TASK DETAILS: Tally the lines in the records below that contain "colEntries" and return only the result.

PROVIDED INFORMATION:
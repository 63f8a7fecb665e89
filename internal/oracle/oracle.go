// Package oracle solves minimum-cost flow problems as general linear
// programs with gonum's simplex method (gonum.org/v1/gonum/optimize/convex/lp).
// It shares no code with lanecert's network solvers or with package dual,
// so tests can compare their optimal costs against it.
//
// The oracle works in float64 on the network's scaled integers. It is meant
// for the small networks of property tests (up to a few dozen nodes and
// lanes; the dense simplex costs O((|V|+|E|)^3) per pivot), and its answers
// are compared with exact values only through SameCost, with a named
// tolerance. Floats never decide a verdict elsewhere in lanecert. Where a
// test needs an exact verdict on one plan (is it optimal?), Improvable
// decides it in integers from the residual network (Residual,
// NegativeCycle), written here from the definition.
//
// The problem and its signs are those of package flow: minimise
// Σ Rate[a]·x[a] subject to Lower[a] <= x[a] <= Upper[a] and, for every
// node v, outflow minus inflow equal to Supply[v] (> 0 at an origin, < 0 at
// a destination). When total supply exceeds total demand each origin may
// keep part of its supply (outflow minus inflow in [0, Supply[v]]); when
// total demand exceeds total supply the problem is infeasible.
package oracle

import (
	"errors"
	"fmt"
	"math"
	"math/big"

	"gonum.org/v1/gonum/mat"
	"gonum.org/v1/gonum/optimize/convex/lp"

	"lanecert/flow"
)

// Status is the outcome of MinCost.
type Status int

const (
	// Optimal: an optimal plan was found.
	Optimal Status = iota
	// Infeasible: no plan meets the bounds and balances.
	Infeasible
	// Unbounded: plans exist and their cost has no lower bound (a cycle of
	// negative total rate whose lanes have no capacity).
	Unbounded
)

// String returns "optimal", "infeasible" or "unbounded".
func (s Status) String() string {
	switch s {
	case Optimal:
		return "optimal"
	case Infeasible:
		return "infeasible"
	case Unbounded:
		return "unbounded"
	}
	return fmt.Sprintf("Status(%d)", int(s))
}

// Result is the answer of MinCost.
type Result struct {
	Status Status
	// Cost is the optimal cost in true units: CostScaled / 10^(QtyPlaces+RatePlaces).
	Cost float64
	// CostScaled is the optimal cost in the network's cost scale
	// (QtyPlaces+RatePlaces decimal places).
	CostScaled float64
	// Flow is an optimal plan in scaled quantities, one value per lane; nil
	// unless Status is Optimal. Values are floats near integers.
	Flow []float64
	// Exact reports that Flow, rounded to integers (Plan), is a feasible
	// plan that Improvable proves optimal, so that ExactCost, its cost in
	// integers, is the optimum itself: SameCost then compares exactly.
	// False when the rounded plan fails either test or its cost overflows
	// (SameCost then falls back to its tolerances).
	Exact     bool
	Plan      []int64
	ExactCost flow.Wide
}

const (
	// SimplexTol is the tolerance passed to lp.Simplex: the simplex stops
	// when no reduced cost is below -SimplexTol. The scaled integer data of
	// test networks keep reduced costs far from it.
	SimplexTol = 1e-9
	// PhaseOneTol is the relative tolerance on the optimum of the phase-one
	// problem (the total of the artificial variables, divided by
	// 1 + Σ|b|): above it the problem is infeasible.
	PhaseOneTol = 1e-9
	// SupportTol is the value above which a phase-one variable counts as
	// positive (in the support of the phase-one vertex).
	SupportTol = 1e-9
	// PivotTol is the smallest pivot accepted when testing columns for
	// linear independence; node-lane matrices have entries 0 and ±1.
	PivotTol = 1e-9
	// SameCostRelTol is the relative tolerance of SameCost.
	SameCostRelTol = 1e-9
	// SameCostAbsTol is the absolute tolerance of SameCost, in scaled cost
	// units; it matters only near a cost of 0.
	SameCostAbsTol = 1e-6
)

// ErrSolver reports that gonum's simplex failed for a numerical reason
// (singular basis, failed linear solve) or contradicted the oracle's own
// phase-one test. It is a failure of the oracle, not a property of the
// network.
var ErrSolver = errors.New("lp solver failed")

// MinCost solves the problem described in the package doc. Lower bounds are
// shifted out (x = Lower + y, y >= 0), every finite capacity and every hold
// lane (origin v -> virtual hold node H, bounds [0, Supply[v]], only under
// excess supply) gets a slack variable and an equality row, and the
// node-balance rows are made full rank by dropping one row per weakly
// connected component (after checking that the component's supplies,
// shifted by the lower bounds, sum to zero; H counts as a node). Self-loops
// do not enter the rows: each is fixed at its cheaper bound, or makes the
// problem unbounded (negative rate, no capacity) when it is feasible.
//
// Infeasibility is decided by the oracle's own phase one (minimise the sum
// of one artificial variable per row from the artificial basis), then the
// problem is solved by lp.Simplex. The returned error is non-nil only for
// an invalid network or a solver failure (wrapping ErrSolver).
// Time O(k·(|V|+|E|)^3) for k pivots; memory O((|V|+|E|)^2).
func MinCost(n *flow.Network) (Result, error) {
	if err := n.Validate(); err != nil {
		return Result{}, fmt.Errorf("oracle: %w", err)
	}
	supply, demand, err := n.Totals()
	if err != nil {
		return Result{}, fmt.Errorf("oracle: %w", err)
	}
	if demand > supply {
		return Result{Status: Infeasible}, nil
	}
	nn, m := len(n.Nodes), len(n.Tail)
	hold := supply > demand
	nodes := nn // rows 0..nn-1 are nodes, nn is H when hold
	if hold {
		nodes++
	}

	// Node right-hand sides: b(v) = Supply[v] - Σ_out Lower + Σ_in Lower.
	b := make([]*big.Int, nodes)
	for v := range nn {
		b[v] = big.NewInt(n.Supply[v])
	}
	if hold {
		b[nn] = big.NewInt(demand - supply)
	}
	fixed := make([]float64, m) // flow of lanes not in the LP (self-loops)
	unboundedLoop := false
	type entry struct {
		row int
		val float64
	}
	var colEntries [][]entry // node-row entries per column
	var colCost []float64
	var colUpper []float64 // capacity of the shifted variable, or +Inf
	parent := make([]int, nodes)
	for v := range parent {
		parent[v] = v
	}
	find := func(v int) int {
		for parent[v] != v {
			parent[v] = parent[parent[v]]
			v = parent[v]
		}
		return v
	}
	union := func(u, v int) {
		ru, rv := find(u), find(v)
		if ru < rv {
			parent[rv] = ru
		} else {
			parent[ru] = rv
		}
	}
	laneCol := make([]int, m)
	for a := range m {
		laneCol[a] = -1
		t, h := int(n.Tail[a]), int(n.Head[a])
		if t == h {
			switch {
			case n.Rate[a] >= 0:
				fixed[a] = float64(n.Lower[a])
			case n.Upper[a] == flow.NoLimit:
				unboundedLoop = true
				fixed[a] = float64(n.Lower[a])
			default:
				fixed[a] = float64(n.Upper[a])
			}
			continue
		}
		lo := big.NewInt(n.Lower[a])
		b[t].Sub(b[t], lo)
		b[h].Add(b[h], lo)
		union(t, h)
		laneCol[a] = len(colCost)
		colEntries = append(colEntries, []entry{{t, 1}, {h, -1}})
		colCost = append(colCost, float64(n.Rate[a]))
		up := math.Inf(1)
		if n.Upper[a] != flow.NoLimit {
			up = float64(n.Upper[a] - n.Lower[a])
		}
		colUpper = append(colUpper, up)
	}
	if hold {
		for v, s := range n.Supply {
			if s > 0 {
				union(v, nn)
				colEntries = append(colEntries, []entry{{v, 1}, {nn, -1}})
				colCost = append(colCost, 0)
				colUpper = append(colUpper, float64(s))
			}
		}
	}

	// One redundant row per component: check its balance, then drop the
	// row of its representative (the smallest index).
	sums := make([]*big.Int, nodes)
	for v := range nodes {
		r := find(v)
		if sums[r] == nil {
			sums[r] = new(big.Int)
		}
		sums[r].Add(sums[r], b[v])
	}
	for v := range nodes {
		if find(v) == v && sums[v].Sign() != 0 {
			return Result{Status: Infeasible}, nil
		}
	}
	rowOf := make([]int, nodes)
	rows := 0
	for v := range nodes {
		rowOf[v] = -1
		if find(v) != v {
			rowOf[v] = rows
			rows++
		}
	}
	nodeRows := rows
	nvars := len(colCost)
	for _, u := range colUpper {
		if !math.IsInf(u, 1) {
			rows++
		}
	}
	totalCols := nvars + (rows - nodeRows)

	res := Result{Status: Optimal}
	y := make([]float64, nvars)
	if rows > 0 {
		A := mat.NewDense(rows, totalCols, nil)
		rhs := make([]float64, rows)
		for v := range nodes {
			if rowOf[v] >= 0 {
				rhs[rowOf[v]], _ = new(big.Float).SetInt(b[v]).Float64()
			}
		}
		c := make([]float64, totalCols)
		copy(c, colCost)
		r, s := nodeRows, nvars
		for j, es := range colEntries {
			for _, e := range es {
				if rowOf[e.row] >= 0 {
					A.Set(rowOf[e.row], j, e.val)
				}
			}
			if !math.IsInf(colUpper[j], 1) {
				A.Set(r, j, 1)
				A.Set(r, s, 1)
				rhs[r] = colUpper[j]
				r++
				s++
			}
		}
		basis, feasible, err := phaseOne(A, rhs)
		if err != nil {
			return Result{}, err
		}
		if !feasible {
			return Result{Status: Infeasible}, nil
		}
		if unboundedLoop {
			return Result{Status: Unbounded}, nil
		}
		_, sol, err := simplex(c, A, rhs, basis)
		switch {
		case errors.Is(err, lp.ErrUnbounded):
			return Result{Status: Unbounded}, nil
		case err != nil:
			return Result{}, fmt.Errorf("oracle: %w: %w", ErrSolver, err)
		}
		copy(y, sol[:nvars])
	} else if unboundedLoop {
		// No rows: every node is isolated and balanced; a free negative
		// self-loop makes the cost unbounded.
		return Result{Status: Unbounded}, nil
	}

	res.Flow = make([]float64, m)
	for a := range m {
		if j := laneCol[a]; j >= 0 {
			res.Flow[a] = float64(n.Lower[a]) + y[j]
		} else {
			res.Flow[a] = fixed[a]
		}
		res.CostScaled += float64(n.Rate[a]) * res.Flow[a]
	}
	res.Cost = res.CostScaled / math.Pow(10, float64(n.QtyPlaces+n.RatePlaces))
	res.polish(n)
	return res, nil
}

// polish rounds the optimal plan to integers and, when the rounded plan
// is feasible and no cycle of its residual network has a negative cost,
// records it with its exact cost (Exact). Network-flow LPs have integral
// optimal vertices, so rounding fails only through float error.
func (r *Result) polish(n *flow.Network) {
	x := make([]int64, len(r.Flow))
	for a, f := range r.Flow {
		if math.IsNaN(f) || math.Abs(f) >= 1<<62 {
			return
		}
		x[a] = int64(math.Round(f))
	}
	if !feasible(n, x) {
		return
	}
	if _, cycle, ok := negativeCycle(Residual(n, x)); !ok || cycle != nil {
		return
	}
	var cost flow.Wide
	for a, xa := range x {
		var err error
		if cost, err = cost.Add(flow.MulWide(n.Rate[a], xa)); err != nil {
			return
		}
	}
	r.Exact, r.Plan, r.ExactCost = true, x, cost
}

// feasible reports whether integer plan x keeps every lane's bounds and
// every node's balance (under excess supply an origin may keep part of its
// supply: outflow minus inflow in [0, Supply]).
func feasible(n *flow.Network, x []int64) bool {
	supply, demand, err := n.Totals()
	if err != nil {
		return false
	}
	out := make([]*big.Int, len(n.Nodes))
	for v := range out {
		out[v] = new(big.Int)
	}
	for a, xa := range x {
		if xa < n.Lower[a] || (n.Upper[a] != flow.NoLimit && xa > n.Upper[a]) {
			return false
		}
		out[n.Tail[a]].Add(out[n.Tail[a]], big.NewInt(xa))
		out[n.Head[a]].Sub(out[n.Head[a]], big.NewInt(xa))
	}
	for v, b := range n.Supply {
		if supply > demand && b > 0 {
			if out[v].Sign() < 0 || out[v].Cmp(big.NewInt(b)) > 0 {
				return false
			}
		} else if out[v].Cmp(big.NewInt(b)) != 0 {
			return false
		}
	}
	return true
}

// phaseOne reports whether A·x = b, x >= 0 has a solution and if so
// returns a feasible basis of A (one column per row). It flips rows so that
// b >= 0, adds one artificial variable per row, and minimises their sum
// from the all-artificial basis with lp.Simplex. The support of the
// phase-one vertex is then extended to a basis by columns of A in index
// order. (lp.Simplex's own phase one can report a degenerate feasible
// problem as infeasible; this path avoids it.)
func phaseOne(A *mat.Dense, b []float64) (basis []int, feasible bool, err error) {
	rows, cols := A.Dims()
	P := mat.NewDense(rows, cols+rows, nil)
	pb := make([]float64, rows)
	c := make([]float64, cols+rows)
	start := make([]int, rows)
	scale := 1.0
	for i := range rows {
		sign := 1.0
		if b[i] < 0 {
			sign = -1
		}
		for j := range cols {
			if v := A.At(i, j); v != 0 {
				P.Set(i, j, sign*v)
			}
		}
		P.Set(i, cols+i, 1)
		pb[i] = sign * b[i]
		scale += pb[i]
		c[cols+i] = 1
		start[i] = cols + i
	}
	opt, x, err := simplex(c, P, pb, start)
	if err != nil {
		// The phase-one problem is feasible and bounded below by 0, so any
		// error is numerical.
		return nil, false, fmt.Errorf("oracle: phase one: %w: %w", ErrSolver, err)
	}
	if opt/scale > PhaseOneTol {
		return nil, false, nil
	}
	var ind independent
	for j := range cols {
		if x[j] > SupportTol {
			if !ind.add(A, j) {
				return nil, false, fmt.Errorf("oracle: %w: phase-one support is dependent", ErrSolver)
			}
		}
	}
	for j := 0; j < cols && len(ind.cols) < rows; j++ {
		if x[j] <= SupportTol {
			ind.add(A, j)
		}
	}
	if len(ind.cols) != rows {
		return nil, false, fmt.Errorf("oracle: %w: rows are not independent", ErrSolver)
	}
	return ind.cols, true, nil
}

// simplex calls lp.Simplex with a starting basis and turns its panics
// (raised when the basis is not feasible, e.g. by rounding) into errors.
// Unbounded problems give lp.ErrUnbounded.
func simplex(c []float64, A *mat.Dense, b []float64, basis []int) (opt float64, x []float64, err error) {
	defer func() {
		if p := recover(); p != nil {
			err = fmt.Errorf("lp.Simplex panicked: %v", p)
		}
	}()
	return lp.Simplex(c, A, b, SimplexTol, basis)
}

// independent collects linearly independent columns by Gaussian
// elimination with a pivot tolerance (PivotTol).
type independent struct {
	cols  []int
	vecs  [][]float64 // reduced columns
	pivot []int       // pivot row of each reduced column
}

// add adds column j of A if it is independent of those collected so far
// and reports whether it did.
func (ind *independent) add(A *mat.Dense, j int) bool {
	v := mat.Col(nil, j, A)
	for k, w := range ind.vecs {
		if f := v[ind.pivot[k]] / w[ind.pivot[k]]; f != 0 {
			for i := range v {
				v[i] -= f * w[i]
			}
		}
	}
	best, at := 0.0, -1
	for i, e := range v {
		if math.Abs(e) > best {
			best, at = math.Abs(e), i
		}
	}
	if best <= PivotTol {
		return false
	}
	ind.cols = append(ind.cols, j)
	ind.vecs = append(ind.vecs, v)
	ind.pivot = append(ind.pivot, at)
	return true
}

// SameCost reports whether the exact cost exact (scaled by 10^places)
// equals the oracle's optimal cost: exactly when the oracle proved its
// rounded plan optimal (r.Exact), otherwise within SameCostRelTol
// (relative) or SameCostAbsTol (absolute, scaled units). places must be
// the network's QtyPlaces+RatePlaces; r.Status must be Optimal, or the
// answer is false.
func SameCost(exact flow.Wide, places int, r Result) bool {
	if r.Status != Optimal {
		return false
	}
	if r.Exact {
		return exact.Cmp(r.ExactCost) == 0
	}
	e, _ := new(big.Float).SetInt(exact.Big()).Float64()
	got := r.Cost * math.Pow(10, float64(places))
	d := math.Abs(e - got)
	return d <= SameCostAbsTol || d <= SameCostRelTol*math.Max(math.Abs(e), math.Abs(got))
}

EXPECTED OUTPUT: 4